# Can rats eat cucumbers?



## Rat-1-

I'm not sure if rats can eat cucumbers and if they can't what will happen if they do eat it?


----------



## YellowSpork

Mine like cucumber.  I don't feed it a lot though cause it's really watery and could prolly cause diarrhea if they have it too much.

"Watery vegetablesThese include cucumber, lettuce, celery and similar vegetables. The key thing being their water content. These vegetables can be useful in summer or when traveling or showing your pet as they provide a good source of moisture in an environment where your pet may not be drinking enough to keep them well hydrated. The most useful of these is cucumber. It is worth limiting the amount of lettuce fed as it does cause loose stools very easily, it also has a soporific effect on rabbits (drugs them) though there is little evidence to confirm this happens in rats." <-- from link: 

http://www.ratchatter.com/rat-food/fruits-and-vegetables/


----------



## Rat-1-

Thanks, every time in eating cucumbers my rats will stare at me so thats why i asked.
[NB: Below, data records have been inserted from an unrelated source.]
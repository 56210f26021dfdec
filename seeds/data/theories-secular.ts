/**
 * Catalogue entries whose correction is a slow secular drift (-4PN, b = -13): a time-varying
 * Newton constant and black-hole mass loss into an extra dimension (Randall-Sundrum II).
 */
import { JULIAN_YEAR_S, SOLAR_MASS_LENGTH_KM, SOLAR_MASS_TIME_S } from "../../server/physics/units.ts";
import { literal } from "./expression-literals.ts";
import { REFS } from "./references.ts";
import type { TheoryEntry } from "./theory-entry.ts";

export const varyingG: TheoryEntry = {
  slug: "varying-g",
  name: "Time-varying Newton constant",
  family: "varying constants",
  summary:
    "A slow drift of G changes the binding energy and the radiation reaction of the binary; the leading phase correction is a -4PN term proportional to (dG/dt/G) times the chirp mass.",
  assumptions: [
    "Ġ/G constant over the observed inspiral and evaluated at the source (source-frame ℳ)",
    "the same drift for the conservative and dissipative sectors (Ġ_C = Ġ_D)",
    "constant masses and zero sensitivities (the general case with sensitivities: Tahura & Yagi 2018)",
  ],
  couplings: [
    {
      symbol: "Gdot",
      latex: "\\dot G/G",
      dimension: "L^-1",
      unit: "1/km",
      description: "fractional rate of change of G in geometric units (a rate r in 1/s is r/c in 1/km)",
      quoted: { form: "per_year", symbol: "Gdot_over_G", latex: "|\\dot G/G|", unit: "1/yr" },
      range: "any_sign",
      gr_value: "zero",
    },
  ],
  mappings: [
    {
      kind: "inspiral_phase",
      pn_order: -4,
      b: -13,
      expression: "-(275/851968)*Gdot*Mc",
      derivation: {
        kind: "frequency_drift",
        order: -4,
        gamma: "(55/768)*Gdot*Mc",
        note: "conservative: the orbital angular momentum is an adiabatic invariant, so G M a is constant and the orbital frequency grows as G² (df/dt adds 2 (Ġ/G) f); dissipative: the GR drift goes as (G ℳ)^(5/3) with G(t) = G_c [1 - (Ġ/G)(t_c - t)] and t_c - t = (5/256) ℳ u⁻⁸. γ = 5/48 - 25/768 = 55/768 (derived)",
      },
      latex: "\\beta = -\\frac{275}{851968}\\,\\frac{\\dot G}{G}\\,\\mathcal{M}",
      frame_note:
        "Ġ/G is the rate at the source and ℳ the source-frame chirp mass; the observed rate (1+z)⁻¹ Ġ/G times ℳ_z gives the same product.",
      validity: [
        {
          expression: "abs(Gdot)*tau",
          max: 0.1,
          label: "G changes little while the signal is in band: |Ġ/G| τ below 0.1, τ = (5/256) ℳ (π ℳ f_low)^(-8/3)",
          kind: "rule_of_thumb",
          reference: "in-band time at leading order (common practice); project choice: 0.1 stands for 'much less than 1'",
        },
      ],
      source_status: "derived",
      references: [REFS.tahuraYagi2018.key, REFS.yunesPretoriusSpergel2010.key],
      notes: "General form -(25/851968)(14 Ġ_C/G - 3 Ġ_D/G) ℳ; here Ġ_C = Ġ_D.",
    },
  ],
  references: [REFS.yunesPretoriusSpergel2010, REFS.tahuraYagi2018],
};

/**
 * Mass-loss rate of a brane black hole, mdot_i = -C(ell) / m_i^2 for each hole on its own, with
 * C = 2.8e-7 M_sun^3/yr (ell / 10 um)^2 (Emparan, Garcia-Bellido & Kaloper 2003) [memory], as the
 * dimensionless geometric rate. The binary's total rate is Mdot = -C (1/m1^2 + 1/m2^2), the law for
 * which the Mdot mapping's mass-ratio factor is exact [derived].
 */
const RSII_RATE_AT_UNIT = (2.8e-7 * SOLAR_MASS_TIME_S) / JULIAN_YEAR_S;
const TEN_MICROMETRES_KM = 1e-8;
const mdotOfEll = `${literal(RSII_RATE_AT_UNIT)}*${literal(SOLAR_MASS_LENGTH_KM)}^2*(1/m1^2 + 1/m2^2)*(ell/${literal(TEN_MICROMETRES_KM)})^2`;
const massLossShape = "(3 - 26*eta + 34*eta^2)/(eta^(2/5)*(1 - 2*eta))";
const BLACK_HOLES_ONLY = {
  kind: "only_for" as const,
  description: "black holes only: a neutron star does not lose mass into the bulk, and the mass-ratio factor assumes the per-hole law ṁᵢ = -C/mᵢ² on both bodies",
  bodies: ["bh" as const],
};
const massLossValidity = (rate: string) => [
  {
    expression: `${rate}*tau/M`,
    max: 0.1,
    label: "masses change little while the signal is in band: |Ṁ| τ/M below 0.1, τ = (5/256) ℳ (π ℳ f_low)^(-8/3)",
    kind: "rule_of_thumb" as const,
    reference: "in-band time at leading order (common practice); project choice: 0.1 stands for 'much less than 1'",
  },
];

export const extraDimension: TheoryEntry = {
  slug: "extra-dimension",
  name: "Randall-Sundrum II braneworld: black-hole mass loss",
  family: "extra dimensions",
  summary:
    "With one warped extra dimension of AdS curvature length ℓ, black holes on the brane may lose mass at a rate growing as ℓ²/M². The drift of the masses during the inspiral is a -4PN phase correction.",
  assumptions: [
    "|Ṁ| T_obs ≪ M: the masses change little during the observation",
    "the mass-loss estimate of Emparan, Garcia-Bellido & Kaloper applies (debated in the literature)",
    "the ℓ mapping applies the rate to each hole on its own, ṁᵢ = -C(ℓ)/mᵢ² (the rate formula is from memory)",
    "black holes only: neutron stars do not lose mass into the extra dimension",
  ],
  couplings: [
    {
      symbol: "Mdot_loss",
      latex: "|\\dot M|",
      dimension: "1",
      unit: "1",
      description: "mass-loss rate -dM/dt of the binary (both holes) in geometric units (dimensionless)",
      quoted: { form: "solar_mass_per_year", symbol: "Mdot_loss", latex: "|\\dot M|", unit: "M_sun/yr" },
      range: "non_negative",
      gr_value: "zero",
    },
    {
      symbol: "ell",
      latex: "\\ell",
      dimension: "L",
      unit: "km",
      description: "AdS curvature length of the extra dimension",
      quoted: { form: "micrometre", symbol: "ell", latex: "\\ell", unit: "um" },
      range: "positive",
      gr_value: "zero",
    },
  ],
  mappings: [
    {
      kind: "inspiral_phase",
      pn_order: -4,
      b: -13,
      coupling: "Mdot_loss",
      expression: `-(25/851968)*Mdot_loss*${massLossShape}`,
      derivation: {
        kind: "frequency_drift",
        order: -4,
        gamma: `(5/768)*Mdot_loss*${massLossShape}`,
        note: "per-hole law ṁᵢ = -C/mᵢ² with Ṁ = ṁ₁ + ṁ₂ = -Ṁ_loss. Conservative: isotropic mass loss keeps the specific angular momentum, so a M is constant and df/dt adds 2 (Ṁ/M) f; dissipative: the GR drift goes as ℳ^(5/3), with d ln ℳ/dt = (Ṁ/M)(3 - 10η + 2η²)/(5η (1 - 2η)) over t_c - t = (5/256) ℳ u⁻⁸ (derived)",
      },
      latex: "\\beta = \\frac{25}{851968}\\,\\dot M\\,\\frac{3 - 26\\eta + 34\\eta^2}{\\eta^{2/5}(1 - 2\\eta)},\\quad \\dot M = -|\\dot M|",
      body_rules: [BLACK_HOLES_ONLY],
      validity: massLossValidity("abs(Mdot_loss)"),
      source_status: "derived",
      references: [REFS.yunesYagiPretorius2016.key],
      notes:
        "Derived; matches the review form [memory]. The sign of β follows 3 - 26η + 34η², which vanishes near η = 0.1416: such a binary constrains nothing.",
    },
    {
      kind: "inspiral_phase",
      pn_order: -4,
      b: -13,
      coupling: "ell",
      expression: `-(25/851968)*(${mdotOfEll})*${massLossShape}`,
      derivation: {
        kind: "frequency_drift",
        order: -4,
        gamma: `(5/768)*(${mdotOfEll})*${massLossShape}`,
        note: "the drift of the Ṁ mapping with Ṁ = -C(ℓ) (1/m₁² + 1/m₂²) (per-hole law; the rate C(ℓ) is from memory)",
      },
      latex:
        "\\beta = -\\frac{25}{851968}\\,C(\\ell)\\left(\\frac{1}{m_1^2} + \\frac{1}{m_2^2}\\right)\\frac{3 - 26\\eta + 34\\eta^2}{\\eta^{2/5}(1 - 2\\eta)},\\quad C(\\ell) = 2.8\\times10^{-7}\\,M_\\odot^3/\\mathrm{yr}\\,(\\ell/10\\,\\mu\\mathrm{m})^2",
      body_rules: [BLACK_HOLES_ONLY],
      validity: massLossValidity(`(${mdotOfEll})`),
      source_status: "memory",
      references: [REFS.emparanGarciaBellidoKaloper2003.key, REFS.yunesYagiPretorius2016.key],
      notes:
        "Per-hole law ṁᵢ = -C(ℓ)/mᵢ², so Ṁ = -C (1/m₁² + 1/m₂²) [derived]; the rate C(ℓ) is from memory: an editor must confirm it.",
    },
  ],
  references: [REFS.emparanGarciaBellidoKaloper2003, REFS.yunesYagiPretorius2016],
  needs_source_confirmation: true,
};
Also your rats look really cute


----------



## YellowSpork

My rats stare at me no matter what I'm eating.  Rice, mac 'n cheese, breaded pork... XD And thanks. x3 They're my babies, so I think they're the cutest things ever, but I'm bias.  The rat in your avatar picture is so cute though! Looks like s/he is smiling.


----------



## SezSorkin

My boys love cucumber.. Although they always seem to leave the skin


----------



## RiddlesMum

LOL! So did my two girls! Snatched it up, but peeled them!


----------



## LilyLuna13

Ok, so I just gave my rats a piece of cucumber each, because we were traveling and they were being perfect little babies, and I wanted to reward them when we got home, and before I could give the second piece, they started to play tug of war with the cucumber; it was so funny! And then I gave Luna her piece, and they stopped. Thank you for telling me that rats can eat cucumbers, because they LOVE it!!

I didn't give them too much.


----------



## Isamurat

Cucumber is great as a travel snack, alongside things like melon and apple. Its a good water source when a water bottle is impractical for short spells. I wouldn't give them loads or too often but as an occasional treat especially in hot weather its really handy


----------